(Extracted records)
^^^^
Parts (:mod:`rheoline.model.parts`, catalogue in :mod:`rheoline.model.catalogue`)
    ``Tube(inner_diameter=..., length=..., roughness=0.0, name=None)``
    ``Catheter(gauge=..., inner_diameter=None, length=None, name=None)`` (14G-26G typical)
    ``Needle(gauge=..., wall="regular", length=0.038, inner_diameter=None, name=None)``
    ``Cannula(french=..., inner_diameter=None, wall_thickness=None, length=0.15, name=None)``
    ``Fitting(k=None, equivalent_length=None, inner_diameter=None, name=None)``
    ``MeasuredPart(flows=..., pressure_drops=..., test_viscosity=None, test_density=None,
    name=None)`` fits dp = a*Q + b*Q^2.
    Every part has ``.name``; lumens have ``.inner_diameter``, ``.length``,
    ``.outer_diameter`` (None where unknown).  Dimensions may be arrays (one per scenario).

Line (this module)
    ``Line(parts, entrance="sharp-edged")``
    ``line.solve(fluid, head=0.0, source_pressure=0.0, back_pressure=0.0)``
        flow at a drive: gravity head [m] of the fluid surface above the outlet, with the
        fluid's own density, plus a source pressure [Pa], against a back pressure [Pa].
    ``line.solve(fluid, flow=..., head=0.0, back_pressure=0.0, pressure_limit=None)``
        the source pressure a pump must supply for a prescribed flow [m^3/s].
        Both take ``pries_correction=False`` (blood: Pries 1992 diameter correction).
    ``line.part_names`` (unique labels, "#2" appended to repeats), ``line.parts``.
    ``line.pressure_drop(fluid, flow, *, with_slope=False, pries_correction=False)``
        total losses [Pa] source to outlet at a flow (and d losses / dQ [Pa s/m^3]),
        vectorized; what a branched network needs of each branch.
    ``line.pressure_residual(fluid, flow, head=0.0, source_pressure=0.0, back_pressure=0.0)``
        one vectorized evaluation of the line's physics: losses(flow) - net drive [Pa].
    ``line.yield_pressure(fluid)`` the net drive [Pa] a yield-stress fluid needs to move.
    Every numeric input, the fluid's array properties and array part dimensions broadcast
    into one solve (no Python loop per scenario).

Result: :class:`LineResult` (frozen dataclass)
    ``.flow`` [m^3/s], ``.required_pressure`` [Pa] (source pressure above the gravity head),
    ``.net_drive`` [Pa], ``.max_reynolds`` [-], ``.regime`` ("laminar", "transitional",
    "turbulent": the worst part; an array of str for vectorized solves), per-part arrays of
    shape ``(n_parts, *scenario_shape)``: ``.part_pressure_drops`` [Pa], ``.part_reynolds``,
    ``.part_mean_velocity`` [m/s], ``.part_wall_shear_stress`` [Pa],
    ``.part_wall_shear_rate`` [1/s], ``.part_entrance_length`` [m], ``.part_shares`` [-];
    ``.exit_pressure_drop`` [Pa] (the outlet jet, a row of its own in ``.parts``);
    ``.part_regimes``, ``.part_residence_time`` [s], ``.part_hemolysis_index`` [%],
    ``.exit_share`` [-], ``.iterations`` (0 on the shared-characteristic path), ``.converged``,
    ``.scenario_shape``;
    ``.dominant_part`` (name, array of str for vectorized solves), ``.dominant_share`` [-],
    ``.max_wall_shear_stress`` [Pa], ``.hemolysis_index`` [%] (Giersiepen 1990, summed over
    parts; NaN for a fluid without red cells), ``.conditions`` ({key: bool array}, keys of
    :data:`rheoline.model.conditions.CONDITIONS`), ``.part_conditions`` (per part),
    ``.models_used`` (provenance keys), ``.flags`` (tuple of str, rendered from the
    conditions), ``.exceeds_pressure_limit``
    (bool or bool array), ``.parts`` (pandas DataFrame built on first access: a row per part
    plus an ``exit`` row; columns ``part``, ``kind``, ``inner_diameter [m]``, ``length [m]``,
    ``reynolds``, ``regime``, ``pressure_drop [Pa]``, ``wall_shear_stress [Pa]``,
    ``wall_shear_rate [1/s]``, ``mean_velocity [m/s]``, ``entrance_length [m]``,
    ``share [-]``; for vectorized solves a leading ``scenario`` column (flat index into the
    scenario shape) and one row per scenario and part).

Delivery, tolerance, curves
    ``delivery.falling_head_delivery_time(line, fluid, volume, head_full, head_empty,
    source_pressure=0, back_pressure=0)``, ``delivery.pressure_bag_delivery_time(line, fluid,
    volume, pressure_full, pressure_empty=None, time_constant=None, head_full=0, ...)`` ->
    ``DeliveryResult`` (``.time`` [s], ``.initial_flow``, ``.final_flow``, ``.mean_flow``,
    ``.relative_error`` [-], ``.flags``);
    ``tolerance.flow_tolerance(line, fluid, head=..., diameter_tolerance=0.05, ...,
    n_samples=10000, seed=0)`` -> ``ToleranceResult`` (``.percentiles``, ``.shares``,
    ``.dominant_input``, ``.dominant_part``, ``.samples``);
    ``curves.flow_curves(lines, fluid, over="head", values=[...])`` -> ``CurveSet``
    (``.flows`` {label: array}, ``.regimes``, ``.table``);
    ``hemolysis.giersiepen_1990_hemolysis_index(shear_stress, exposure_time)``.

Where the code lives: this module holds :class:`Line` (the public face);
:mod:`rheoline.model.line_layout` lays a line out for a fluid (per-part arrays),
:mod:`rheoline.model.line_losses` holds the losses at a flow,
:mod:`rheoline.model.line_solvers` the solvers (in blocks of scenarios,
:mod:`rheoline.model.line_blocks`), :mod:`rheoline.model.line_newton` the Newton path,
:mod:`rheoline.model.line_characteristic` the shared characteristic,
:mod:`rheoline.model.rheology_table` the tabulated Rabinowitsch-Mooney relation of a shared
non-Newtonian fluid, and :mod:`rheoline.model.line_result` the result, its conditions and
flags.

Solver cost (see the benchmarks): a flow solve of N scenarios costs about three vectorized
residual passes (safeguarded Newton from the laminar-plus-kinetic closed form, the last
step taken to first order); many drives through one line with one fluid cost less than one,
on the line's tabulated characteristic, where its grid costs less than the Newton passes.
Scenarios are solved in blocks of some 8,000 lumen-scenarios: the working memory of a solve
stays a few megabytes for any number of scenarios, on top of its answers.  Not yet in blocks:
a large result's per-part properties beyond the drops, Reynolds numbers and velocities
(``conditions``, ``part_conditions``, ``flags``, ``models_used``, wall stresses, hemolysis)
lay the whole line out again on first use (measured: some 500 MB per million scenarios of a
two-lumen line), so a sweep of many millions of scenarios that needs them is best solved
in parts.
"""

from __future__ import annotations

import numpy as np

from rheoline.errors import InputRangeError
from rheoline.model import line_solvers as _solvers
from rheoline.model import lumen as _lumen
from rheoline.model.line_layout import build_layout
from rheoline.model.line_result import LineResult, make_result
from rheoline.model.losses import entrance_k
from rheoline.model.parts import Fitting, Part
from rheoline.model.validation import as_float_array, check_finite, check_nonnegative

__all__ = ["Line", "LineResult", "GRAVITY"]

#: Standard acceleration of gravity [m/s^2] (CGPM 1901; NIST SP 811).
GRAVITY = 9.80665


def _check_fluid(fluid):
    """Reject what is not a Fluid (a library name, None, a rheology model) with the fix."""
    if isinstance(fluid, str):
        raise InputRangeError(
            f"fluid must be a Fluid object, got the name {fluid!r}; build it first with "
            f"rheoline.fluid({fluid!r}) (or rheoline.fluid({fluid!r}, temperature_c=...)) and "
            "pass that"
        )
    if not (hasattr(fluid, "density") and hasattr(fluid, "rheology")):
        raise InputRangeError(
            f"fluid must be a Fluid object, got {fluid!r} ({type(fluid).__name__}); build one "
            'with rheoline.fluid("water") (see rheoline.fluid_names()) or '
            "rheoline.model.fluid_base.newtonian_fluid(name, viscosity, density)"
        )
^^^^
§ **What you have to do**
Copy every line above that holds the word "path".

§ **Solved exercise**
    ``.exit_share`` [-], ``.iterations`` (0 on the shared-characteristic path), ``.converged``,
:mod:`rheoline.model.line_blocks`), :mod:`rheoline.model.line_newton` the Newton path,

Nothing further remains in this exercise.